[BUG]无法在windows上训练
unlimit999 opened this issue · comments
unlimit999 commented
看了下报错原因是不支持nccl,可否提供选项或者自动判断作业系统改用gloo?
unlimit999 commented
暫時找到的解決方法...
.\fishenv\Lib\site-packages\lightning\fabric\utilities\distributed.py
找到這個函數
def _init_dist_connection(
cluster_environment: "ClusterEnvironment",
torch_distributed_backend: str,
global_rank: Optional[int] = None,
world_size: Optional[int] = None,
**kwargs: Any,
) -> None:
"""Utility function to initialize distributed connection by setting env variables and initializing the distributed
process group.
Args:
cluster_environment: ``ClusterEnvironment`` instance
torch_distributed_backend: Backend to use (includes `nccl` and `gloo`)
global_rank: Rank of the current process
world_size: Number of processes in the group
kwargs: Kwargs for ``init_process_group``
Raises:
RuntimeError:
If ``torch.distributed`` is not available
"""
if not torch.distributed.is_available():
raise RuntimeError("torch.distributed is not available. Cannot initialize distributed process group")
if torch.distributed.is_initialized():
log.debug("torch.distributed is already initialized. Exiting early")
return
global_rank = global_rank if global_rank is not None else cluster_environment.global_rank()
world_size = world_size if world_size is not None else cluster_environment.world_size()
os.environ["MASTER_ADDR"] = cluster_environment.main_address
os.environ["MASTER_PORT"] = str(cluster_environment.main_port)

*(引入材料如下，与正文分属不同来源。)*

def study_from_dict(doc: dict, *, path: str = "", source: str = "") -> Study:
    top = Table(doc, "")
    head = top.table("study", {})
    name = head.take("name", Path(path).stem or "study", types=str)
    description = head.take("description", "", types=str)
    include = head.take("include", None, types=(str, list), what="a network file path or a list of them")
    head.close()

    species: list[Species] = []
    reactions: list[Reaction] = []
    includes: list[tuple[str, str]] = []
    for inc in ([include] if isinstance(include, str) else include or []):
        if not isinstance(inc, str):
            raise StudyError("study.include", f"file paths as strings, got {inc!r}")
        inc_path = (Path(path).parent / inc) if path else Path(inc)
        if not inc_path.is_file():
            raise StudyError("study.include", f"an existing network file; {str(inc_path)!r} does not exist")
        inc_doc, inc_text = _read_toml(inc_path)
        try:
            net = Table(inc_doc, "")
            species += _read_species(net.take("species", {}, types=dict, what="a table of species"), "species")
            included = _read_reactions(net.take("reaction", [], types=list, what="[[reaction]] entries"))
            for r in included:
                r.file = str(inc_path)
            reactions += included
            net.close(("species", "reaction", "study"))
        except StudyError as exc:
            raise exc.in_file(str(inc_path)) from None
        includes.append((str(inc_path), inc_text))

    own_species = _read_species(top.take("species", {}, types=dict, what="a table of species"), "species")
    _merge_unique(species, own_species, "species", lambda s: s.symbol)
    symbols = {s.symbol for s in species}
    if not symbols:
        raise StudyError("species", "at least one species, e.g. [species.A]")
    own_reactions = _read_reactions(top.take("reaction", [], types=list, what="[[reaction]] entries"))
    _merge_unique(reactions, own_reactions, "reaction", lambda r: r.id)
    if not reactions:
        raise StudyError("reaction", "at least one [[reaction]]; the network is empty")
    resolved = []
    for i, r in enumerate(reactions):
        try:
            resolved.append(_resolve_reaction(r, symbols, i))
        except StudyError as exc:
            raise (exc.in_file(r.file) if r.file else exc) from None
    reactions = resolved

    by_symbol = {s.symbol: s for s in species}
    feed = _read_feed(top.table("feed"), symbols)
    reactor = _read_reactor(top.table("reactor", {}))
    decisions = _read_operate(top.table("operate"), reactor, feed, symbols)
    goal = _read_goal(top.table("goal"), symbols, reactions, feed, decisions)
    front = _read_front(top.table("front", None), symbols)
    window = _read_window(top.table("window", None), decisions)
    numerics = _read_numerics(top.table("numerics", {}))
    top.close(TOP_KEYS)

    _check_heat_needs(reactor, reactions, by_symbol, feed, decisions)
    study = Study(name=name, species=tuple(species), reactions=tuple(reactions), feed=feed, reactor=reactor,
                  decisions=tuple(decisions), goal=goal, front=front, window=window, numerics=numerics,
                  description=description, path=path, source=source, includes=tuple(includes))
    sweep = _read_sweep(top.table("sweep", None), study)
    return replace(study, sweep=sweep) if sweep else study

log.info(f"Initializing distributed: GLOBAL_RANK: {global_rank}, MEMBER: {global_rank + 1}/{world_size}")
#torch.distributed.init_process_group(torch_distributed_backend, rank=global_rank, world_size=world_size, **kwargs)
torch.distributed.init_process_group(backend=torch_distributed_backend, rank=global_rank, world_size=world_size, **kwargs)
# On rank=0 let everyone know training is starting
rank_zero_info(
f"{'-' * 100}\n"
f"distributed_backend={torch_distributed_backend}\n"
f"All distributed processes registered. Starting with {world_size} processes\n"
f"{'-' * 100}\n"
)
將torch.distributed.init_process_group(torch_distributed_backend, rank=global_rank, world_size=world_size, **kwargs)這一行第一個參數torch_distributed_backend改成backend=torch_distributed_backend即可正常訓練
Leng Yue commented
目前已经实现了来着, 你可以把配置文件里面的 backend 改成 gloo, 或者用命令行覆盖的.
xumason commented
请问是在这个函数里,把所有的 backend 都改成 gloo 吗?